Winifred was worn out by the strain of these troubled days, and by the self-controversy that had been going on within her. She fell asleep early in profound exhaustion, the dead sleep of forces overstrained and heart stupefied with trouble. She woke suddenly in the early dawn of the morning, while as yet everything was indistinct. What had woke her, or if it was any external incident at all that had done so, she could not tell at first; there seemed a tingle and vibration in the pale air. Was it the early twittering which had begun faintly among the thick foliage outside? She listened, rising up in her bed, with an intensity for which there seemed no reason, for no definite alarm occurred to her mind. Everything was still, not a sound audible but those first faint chirpings, interrogative, tentative, from the trees. She was about to compose herself to rest again, when suddenly there sounded tingling through the silence the sound of a bell, a little angry, impatient jingle repeated, tearing the stillness. Winifred was too much startled and confused to realise what it was, but she got up hastily, and, throwing her dressing-gown round her, opened her door to hear better. The thought that came first to her mind was, that the summons was at the door, and that it meant one of the boys coming home. Her heart leaped to her throat with excitement. The boys had come home at all sorts of hours in the time which was past, but now, what could this summons be? It came again while she stood trembling, wondering; and then, with a cry, Winifred flew along the corridor. Mr. Chester’s room was in the wing, at some distance from the other sleeping-rooms of the house. Everything was silent, an atmosphere of profound sleep, calm tranquillity in the dim air, through which the night-lamp in the hall below burned with a weird glimmer. The blueness of the dawn in its faint pervasion seemed more ghostly than the night.

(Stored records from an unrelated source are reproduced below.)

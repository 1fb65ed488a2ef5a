import type { ReactNode } from 'react'
import { PlacementTable } from '@/components/probes/placement-table'
import { placeWords } from '@/components/probes/place-words'
import { RoomTabs } from '@/components/probes/room-tabs'
import { StudyResult } from '@/components/probes/study-result'
import { PageHead } from '@/components/ui/page-head'
import type { Problem } from '@/components/ui/problem'
import { Time } from '@/components/ui/time'
import type { TemperatureUnit } from '@/lib/format'
import type { StudyDto } from '@/lib/probes/study-schema'

/** One study of repeat placements: what is done next, what was found, and what it says. */
export function StudyView({
  study,
  zone,
  unit,
  actions,
  placing,
  onStrike,
}: {
  study: StudyDto
  zone: string
  unit: TemperatureUnit
  actions: ReactNode
  /** Null once it has ended, and for who does not check. */
  placing: ReactNode
  onStrike: ((placementId: string, reason: string) => Promise<Problem | null>) | null
}) {
  return (
    <>
      <PageHead
        title={`Repeat placements ${study.number}`}
        aside={study.state}
        sub={<Sub study={study} zone={zone} />}
        actions={actions}
      />
      <RoomTabs current="repeatability" />
      <div className="space-y-8">
        {placing}
        <section>
          <h2 className="mb-2">What they say</h2>
          <StudyResult study={study} unit={unit} />
        </section>
        <section>
          <h2 className="mb-2">Placements</h2>
          <PlacementTable placements={study.placements} zone={zone} unit={unit} onStrike={onStrike} />
        </section>
      </div>
    </>
  )
}

function Sub({ study, zone }: { study: StudyDto; zone: string }) {
  return (
    <>
      <p>
        {study.probe.name} placed again and again at {placeWords(study.place)}, beside {study.reference.name}.{' '}
        {study.heatWords}
      </p>
      <p>
        Begun <Time at={study.startedAt} zone={zone} /> by {study.startedBy}.
        {study.endedAt === null ? null : (
          <>
            {' '}
            {study.state === 'finished' ? `Signed by ${study.signedBy ?? ''}` : 'Abandoned'}{' '}
            <Time at={study.endedAt} zone={zone} />
            {study.endReason === null ? '.' : `: ${study.endReason}.`}
          </>
        )}
      </p>
      {study.adopted === null ? null : (
        <p>
          The site judges by it since <Time at={study.adopted.at} zone={zone} />, settings version{' '}
          {study.adopted.version}, by {study.adopted.by}.
        </p>
      )}
    </>
  )
}
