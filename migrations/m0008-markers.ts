import { Migration } from '@mikro-orm/migrations'

/**
 * Markers and their responses. The list is data: nine oak markers to begin with. A response is a formula or a fit; it
 * is never changed, a later one has the next number and is in force.
 */
export class M0008Markers extends Migration {
  override up(): void {
    this.addSql(`
      create table markers (
        id uuid primary key default gen_random_uuid(),
        key text not null unique check (key ~ '^[a-z][a-z0-9_]{1,30}$'),
        name text not null unique check (char_length(name) between 1 and 60),
        unit text not null check (unit in ('µg/g', 'mg/kg', 'mg/g', 'ng/g', 'µg/L', 'mg/L', 'ng/L')),
        position integer not null unique check (position > 0)
      );
      insert into markers (key, name, unit, position) values
        ('cis_lactone', 'cis-Oak lactone', 'µg/g', 1),
        ('trans_lactone', 'trans-Oak lactone', 'µg/g', 2),
        ('eugenol', 'Eugenol', 'µg/g', 3),
        ('isoeugenol', 'Isoeugenol', 'µg/g', 4),
        ('vanillin', 'Vanillin', 'µg/g', 5),
        ('syringaldehyde', 'Syringaldehyde', 'µg/g', 6),
        ('guaiacol', 'Guaiacol', 'µg/g', 7),
        ('methylguaiacol', '4-Methylguaiacol', 'µg/g', 8),
        ('furfural', 'Furfural', 'µg/g', 9);

      create table marker_responses (
        id uuid primary key default gen_random_uuid(),
        marker_id uuid not null references markers (id),
        number integer not null check (number > 0),
        kind text not null check (kind in ('formula', 'fit')),
        unit text not null check (unit in ('µg/g', 'mg/kg', 'mg/g', 'ng/g', 'µg/L', 'mg/L', 'ng/L')),
        formula text check (char_length(formula) between 1 and 400),
        family text check (char_length(family) between 1 and 60),
        fit jsonb check (jsonb_typeof(fit) = 'object'),
        -- What the fit rests on: each result with its barrel or typed dose, as it was when it was fitted.
        results jsonb check (jsonb_typeof(results) = 'array' and jsonb_array_length(results) > 0),
        -- What every assay carries (SCIENCE 8): where in the wood, in what, and how it was taken out.
        matrix text check (char_length(matrix) between 1 and 80),
        extraction text check (char_length(extraction) between 1 and 120),
        sample_position text check (char_length(sample_position) between 1 and 80),
        sample_from_mm double precision check (sample_from_mm between 0 and 60),
        sample_to_mm double precision check (sample_to_mm between 0 and 60),
        -- Doses speak for one place and one set of site rules only.
        lead_height text check (lead_height in ('bilge', 'quarter', 'head end', 'head')),
        lead_side text check (char_length(lead_side) between 1 and 20),
        lead_depth_mm double precision check (lead_depth_mm between 0 and 60),
        lead_mounting text check (lead_mounting in ('wedge', 'drilled', 'clamped')),
        site_settings_version integer not null references site_settings (version),
        note text not null default '' check (char_length(note) <= 1000),
        author_id uuid not null references accounts (id),
        created_at timestamptz not null,
        unique (marker_id, number),
        constraint marker_responses_one_kind check (
          case kind
            when 'formula' then formula is not null
              and num_nonnulls(family, fit, results, matrix, extraction, sample_position, sample_from_mm, sample_to_mm,
                lead_height, lead_side, lead_depth_mm, lead_mounting) = 0
            else formula is null
              and num_nulls(family, fit, results, matrix, extraction, sample_position, sample_from_mm, sample_to_mm,
                lead_height, lead_side, lead_depth_mm, lead_mounting) = 0
          end),
        constraint marker_responses_sample_depth check (sample_from_mm <= sample_to_mm)
      );

      -- Numbers have no holes, so that "response 3" means the third for ever.
      create function guard_marker_response() returns trigger language plpgsql as $$
      declare last integer;
      begin
        perform pg_advisory_xact_lock(hashtext('emberstave.markers'), hashtext(new.marker_id::text));
        select coalesce(max(number), 0) into last from marker_responses where marker_id = new.marker_id;
        if new.number <> last + 1 then
          raise exception 'the next response of this marker is number %', last + 1 using errcode = 'restrict_violation';
        end if;
        return new;
      end $$;
      create trigger marker_responses_in_order before insert on marker_responses
        for each row execute function guard_marker_response();
      create trigger marker_responses_append_only before update or delete on marker_responses
        for each row execute function refuse_change();

      grant select on markers to emberstave_app;
      grant select, insert on marker_responses to emberstave_app;
    `)
  }

  override down(): void {
    this.addSql(`drop table marker_responses; drop table markers; drop function guard_marker_response();`)
  }
}
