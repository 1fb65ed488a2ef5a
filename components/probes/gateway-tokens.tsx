'use client'

import { useRouter } from 'next/navigation'
import { useState } from 'react'
import { Button } from '@/components/ui/button'
import { ConfirmDialog } from '@/components/ui/confirm-dialog'
import { Dialog } from '@/components/ui/dialog'
import { Table } from '@/components/ui/table'
import { TextField } from '@/components/ui/text-field'
import { Time } from '@/components/ui/time'
import { useToast } from '@/components/ui/toast'
import { tryApi } from '@/lib/http/api-client'
import type { IssuedToken, TokenList } from '@/lib/ingest/schema'

type Token = TokenList['items'][number]

/** A gateway's device tokens: make one (shown this once), revoke one. For administrators. */
export function GatewayTokens({
  gateway,
  tokens,
  zone,
}: {
  gateway: { id: string; name: string }
  tokens: readonly Token[]
  zone: string
}) {
  const router = useRouter()
  const [isOpen, setIsOpen] = useState(false)
  const [isMaking, setIsMaking] = useState(false)
  const [issued, setIssued] = useState<IssuedToken | null>(null)
  const [revoking, setRevoking] = useState<Token | null>(null)
  const params = { id: gateway.id }

  async function issue() {
    const { data, problem } = await tryApi<IssuedToken>('POST', '/api/gateways/{id}/tokens', { params })
    if (problem !== null) return problem
    setIsMaking(false)
    setIssued(data)
    router.refresh()
    return null
  }

  async function revoke(tokenId: string) {
    const { problem } = await tryApi('DELETE', '/api/gateways/{id}/tokens/{tokenId}', {
      params: { ...params, tokenId },
    })
    if (problem !== null) return problem
    setRevoking(null)
    router.refresh()
    return null
  }

  return (
    <>
      <Button kind="quiet" onClick={() => setIsOpen(true)}>
        Tokens<span className="sr-only"> of {gateway.name}</span>
      </Button>
      <Dialog
        isOpen={isOpen}
        onClose={() => setIsOpen(false)}
        title={`Device tokens of ${gateway.name}`}
        actions={
          <>
            <Button onClick={() => setIsOpen(false)}>Close</Button>
            <Button kind="main" onClick={() => setIsMaking(true)}>
              New token
            </Button>
          </>
        }
      >
        <TokenTable tokens={tokens} zone={zone} onRevoke={setRevoking} />
      </Dialog>
      <ConfirmDialog
        isOpen={isMaking}
        onClose={() => setIsMaking(false)}
        title={`New token for ${gateway.name}?`}
        confirmLabel="Make the token"
        onConfirm={issue}
      >
        It is shown once. Tokens made before stay good until they are revoked, so that the gateway can be
        given its new one without a break.
      </ConfirmDialog>
      <ConfirmDialog
        isOpen={revoking !== null}
        onClose={() => setRevoking(null)}
        title="Revoke this token?"
        confirmLabel="Revoke"
        isDanger
        onConfirm={() => revoke(revoking?.id ?? '')}
      >
        A gateway that still sends with it is refused at its next message and keeps its readings until it has
        another. This cannot be undone.
      </ConfirmDialog>
      <NewToken name={gateway.name} issued={issued} onClose={() => setIssued(null)} />
    </>
  )
}

function TokenTable({
  tokens,
  zone,
  onRevoke,
}: {
  tokens: readonly Token[]
  zone: string
  onRevoke: (token: Token) => void
}) {
  return (
    <Table
      caption="Device tokens"
      rows={tokens}
      rowKey={(token) => token.id}
      empty={
        <p className="border-y border-line py-3 text-soft">
          No token yet: this gateway cannot send. Make one.
        </p>
      }
      columns={[
        {
          key: 'made',
          head: 'Made',
          cell: (token) => (
            <>
              <Time at={token.createdAt} zone={zone} />
              <span className="block text-soft">{token.createdBy ?? 'by the set-up'}</span>
            </>
          ),
        },
        {
          key: 'used',
          head: 'Last used',
          cell: (token) =>
            token.lastUsedAt === null ? (
              <span className="text-mute">never</span>
            ) : (
              <Time at={token.lastUsedAt} zone={zone} />
            ),
        },
        {
          key: 'state',
          head: <span className="sr-only">State</span>,
          cell: (token) =>
            token.revokedAt === null ? (
              <Button kind="quiet" onClick={() => onRevoke(token)}>
                Revoke
              </Button>
            ) : (
              <span className="text-mute">revoked</span>
            ),
        },
      ]}
    />
  )
}

/** The token, this once: only its hash is kept. */
function NewToken({
  name,
  issued,
  onClose,
}: {
  name: string
  issued: IssuedToken | null
  onClose: () => void
}) {
  const toast = useToast()
  if (issued === null) return null
  const { token } = issued

  async function copy() {
    try {
      await navigator.clipboard.writeText(token)
      toast({ words: 'Token copied.' })
    } catch {
      toast({ words: 'The browser would not copy. Select the token and copy it by hand.', isWrong: true })
    }
  }

  return (
    <Dialog
      isOpen
      onClose={onClose}
      title={`The new token of ${name}`}
      actions={
        <>
          <Button onClick={copy}>Copy the token</Button>
          <Button kind="due" onClick={onClose}>
            Done
          </Button>
        </>
      }
    >
      <p>Put it into the gateway now. It is not shown again: only its hash is kept here.</p>
      <TextField
        name="token"
        label="Device token"
        className="mt-3"
        inputClassName="font-mono"
        readOnly
        value={token}
        onFocus={(event) => event.target.select()}
      />
    </Dialog>
  )
}
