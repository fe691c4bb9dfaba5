"""Following a folder: complete frames are measured, growing ones waited for, broken ones set aside in the end."""

from __future__ import annotations

import json
import shutil
import threading
import time

import pytest

from imaging.track.follow import Pending
from planner.cli.main import run_with
from tests.conftest import ROOT


def test_a_growing_file_is_waited_for_and_taken_once(tmp_path):
    now = [0.0]
    pending = Pending(quiet_s=1.0, patience_s=10.0, clock=lambda: now[0])
    path = tmp_path / "a.fits"
    path.write_bytes(b"x" * 10)
    pending.look([path])
    now[0] = 0.9
    assert pending.complete() == []
    path.write_bytes(b"x" * 20)
    pending.look([path])
    now[0] = 1.8
    assert pending.complete() == []
    now[0] = 2.0
    assert pending.complete() == [path]
    assert not pending.given_up(path)
    now[0] = 11.0
    assert pending.given_up(path)
    pending.finish(path)
    pending.look([path])
    assert pending.complete() == []


def test_an_empty_file_is_not_complete(tmp_path):
    now = [0.0]
    pending = Pending(clock=lambda: now[0])
    (tmp_path / "a.fits").touch()
    pending.look([tmp_path / "a.fits"])
    now[0] = 99.0
    assert pending.complete() == []


def test_a_file_that_vanished_is_forgotten(tmp_path):
    pending = Pending(clock=lambda: 0.0)
    path = tmp_path / "a.fits"
    path.write_bytes(b"x")
    pending.look([path])
    path.unlink()
    pending.look([path])
    assert pending.seen == {}


@pytest.mark.slow
def test_frames_that_arrive_are_measured_and_the_report_renewed(tmp_path, capsys):
    plan, frames, incoming = tmp_path / "p.plan.yaml", tmp_path / "frames", tmp_path / "incoming"
    assert run_with(["plan", str(ROOT / "configs" / "mercury_transit_2032.yaml"), "-o", str(plan)]) == 0
    command = ["rehearse", str(plan), "-o", str(frames), "--frames", "7", "--binning", "8"]
    assert run_with([*command, "--clock-offset", "7.3", "--quiet"]) == 0
    incoming.mkdir()
    files = sorted(frames.glob("*.fits"))
    shutil.copy(files[0], incoming)

    def arrive():
        for path in files[1:]:
            data = path.read_bytes()
            with open(incoming / path.name, "wb") as file:  # written in two parts, as a slow camera does
                file.write(data[: len(data) // 2])
                file.flush()
                time.sleep(0.4)
                file.write(data[len(data) // 2 :])

    writer = threading.Thread(target=arrive)
    capsys.readouterr()
    writer.start()
    out = tmp_path / "out"
    code = run_with(["check", str(plan), str(incoming), "-o", str(out), "--follow", "--idle", "6", "--json"])
    writer.join()
    told = json.loads(capsys.readouterr().out)
    assert code == 0
    assert told["measured"] >= 4
    assert told["frames"] == 7
    assert told["set_aside"] == []
    assert (out / "report.html").is_file()
    assert (out / "track.ecsv").is_file()
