"""Before the event: how well plans would tell a distance or an orbit, through the commands a user types."""

from __future__ import annotations

import json
import shutil

import pytest

from planner.cli.main import run_with
from tests.conftest import ROOT

SITES = {
    "north": "{name: Northern camp (invented), latitude_deg: 38.3, longitude_deg: 140.9, height_m: 60}",
    "south": "{name: Southern camp (invented), latitude_deg: -33.5, longitude_deg: 150.2, height_m: 60}",
    "near": "{name: A camp nearby (invented), latitude_deg: 33.3, longitude_deg: 140.9, height_m: 60}",
}


@pytest.fixture(scope="module")
def venus_plans(tmp_path_factory):
    home = tmp_path_factory.mktemp("venus")
    shutil.copy(ROOT / "configs/rigs/refractor_1000mm.yaml", home / "rig.yaml")
    for name, site in SITES.items():
        (home / f"{name}.yaml").write_text(
            f"title: Venus crosses the Sun, 2012\nsite: {site}\nrig: rig.yaml\n"
            "event: {family: solar-transit, body: venus, date: 2012-06-06}\n",
            encoding="utf-8",
        )
        assert run_with(["plan", str(home / f"{name}.yaml"), "-o", str(home / f"{name}.plan.yaml")]) == 0
    return {name: str(home / f"{name}.plan.yaml") for name in SITES}


def told_by(command, capsys):
    capsys.readouterr()
    assert run_with([*command, "--json"]) == 0
    return json.loads(capsys.readouterr().out)


def test_two_plans_forecast_a_parallax_and_a_longer_baseline_a_better_one(venus_plans, capsys):
    far = told_by(["parallax", venus_plans["north"], venus_plans["south"]], capsys)
    near = told_by(["parallax", venus_plans["north"], venus_plans["near"]], capsys)
    assert far["forecast"] is True
    assert far["baseline_km"] > 5 * near["baseline_km"]
    assert far["solar_parallax_arcsec"] == pytest.approx(8.794143, abs=1e-6)  # the value is the ephemeris'
    ratio = near["solar_parallax_sigma_arcsec"] / far["solar_parallax_sigma_arcsec"]
    assert ratio > 0.5 * far["baseline_km"] / near["baseline_km"]
    assert 0.001 < far["solar_parallax_sigma_arcsec"] < 0.5


def test_a_plan_forecasts_an_orbit(tmp_path, capsys):
    plan = tmp_path / "mars.plan.yaml"
    assert run_with(["plan", str(ROOT / "configs/mars_retrograde_2027.yaml"), "-o", str(plan)]) == 0
    found = told_by(["orbit", str(plan)], capsys)
    assert found["forecast"] is True
    assert found["residual_rms_arcsec"] is None
    assert found["semi_major_axis_au"]["value"] == pytest.approx(1.5237, abs=1e-3)
    assert 0 < found["semi_major_axis_au"]["sigma"] < 1e-3


def test_a_plan_of_a_disc_forecasts_no_orbit(venus_plans, capsys):
    assert run_with(["orbit", venus_plans["north"]]) == 2
    assert "needs places among the stars" in capsys.readouterr().err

As Winifred hurried along, another door opened with a hasty sound, and old Hopkins stumbled forth. “What is it, Miss Winifred?”

She had no breath to reply. She put him before her, trembling as they reached Mr. Chester’s door. She was terrified by the thoughts of what she might see. But there was nothing that was terrible to see. A voice came out of the curtains, querulous, with an outburst of abuse at old Hopkins, who never could be made to hear.

“Send for Langton,” Mr. Chester said.